■ Task to carry out: In the entries, find all lines that hold the word "progress" and copy them.

■ Record set:
/**
 * The year's course in the forecast. Time left is counted on an even clock (mean rate,
 * warmest end depth); this carries it to dates: self-discharge runs faster in summer, and in
 * a cold month the device stops earlier on the depth axis. The first passage is the first
 * day on which progress plus what the cold takes away reaches the time left.
 */
import type { EpochDays } from "../units";
import { ASSUMED } from "./assumptions";
import { DAYS_PER_YEAR, MONTH_STARTS, dayOfYear, monthOf } from "./climate";
import type { Filtered } from "./filter";

export interface SeasonalClock {
  /** Even days used up by a date, what the cold takes away left out. */
  progress(date: EpochDays): number;
  /** Date on which a pack with this many even days left stops. */
  dateOf(daysLeft: number): EpochDays;
  /** Even days left that are used up on a date. */
  reachedAt(date: EpochDays): number;
}

/** Mean share consumed per day until the end, in all and by the draw alone. */
export interface MeanRate {
  readonly ratePerDay: number;
  readonly drawPerDay: number;
}

export function seasonalClock(filtered: Filtered, mean: MeanRate): SeasonalClock {
  const { model, end, at } = filtered;
  const { ratePerDay, drawPerDay } = mean;
  const leak = (ratePerDay - drawPerDay) / model.site.ageing.meanFactor;
  const progress = (date: EpochDays): number =>
    (drawPerDay * (date - at) + leak * model.site.ageing.between(at, date)) / ratePerDay;
  const cold = (month: number): number => (end.warm - end.byMonth[month]!) / ratePerDay;
  const months: Month[] = [];
  const limit = at + ASSUMED.horizonDays * 1.05;
  const grow = (): Month => addMonth(months, at, progress, cold);
  return {
    progress,
    dateOf(daysLeft) {
      if (daysLeft <= 0) return at + daysLeft;
      let k = 0;
      let month = months[0] ?? grow();
      while (month.reached < daysLeft && month.to < limit) month = months[++k] ?? grow();
      const span = month.reached - month.starts;
      if (daysLeft <= month.starts || !(span > 0)) return month.from;
      return month.from + Math.min(1, (daysLeft - month.starts) / span) * (month.to - month.from);
    },
    reachedAt(date) {
      return date <= at ? date - at + cold(monthOf(date)) : progress(date) + cold(monthOf(date));
    },
  };
}

interface Month {
  readonly from: EpochDays;
  readonly to: EpochDays;
  /** Even days used up at its start and its end. */
  readonly starts: number;
  readonly reached: number;
}

function addMonth(
  months: Month[],
  at: EpochDays,
  progress: (date: EpochDays) => number,
  cold: (month: number) => number,
): Month {
  const from = months.length > 0 ? months[months.length - 1]!.to : at;
  const month = monthOf(from + 1e-6);
  const toNext = MONTH_STARTS[month + 1]! - dayOfYear(from + 1e-6);
  const to = from + Math.min(Math.max(toNext + 1e-6, 1e-3), DAYS_PER_YEAR);
  const lost = cold(month);
  const next = { from, to, starts: progress(from) + lost, reached: progress(to) + lost };
  months.push(next);
  return next;
}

■ Result for this task:
 * day on which progress plus what the cold takes away reaches the time left.
  progress(date: EpochDays): number;
  const progress = (date: EpochDays): number =>
  const grow = (): Month => addMonth(months, at, progress, cold);
    progress,
      return date <= at ? date - at + cold(monthOf(date)) : progress(date) + cold(monthOf(date));
  progress: (date: EpochDays) => number,
  const next = { from, to, starts: progress(from) + lost, reached: progress(to) + lost };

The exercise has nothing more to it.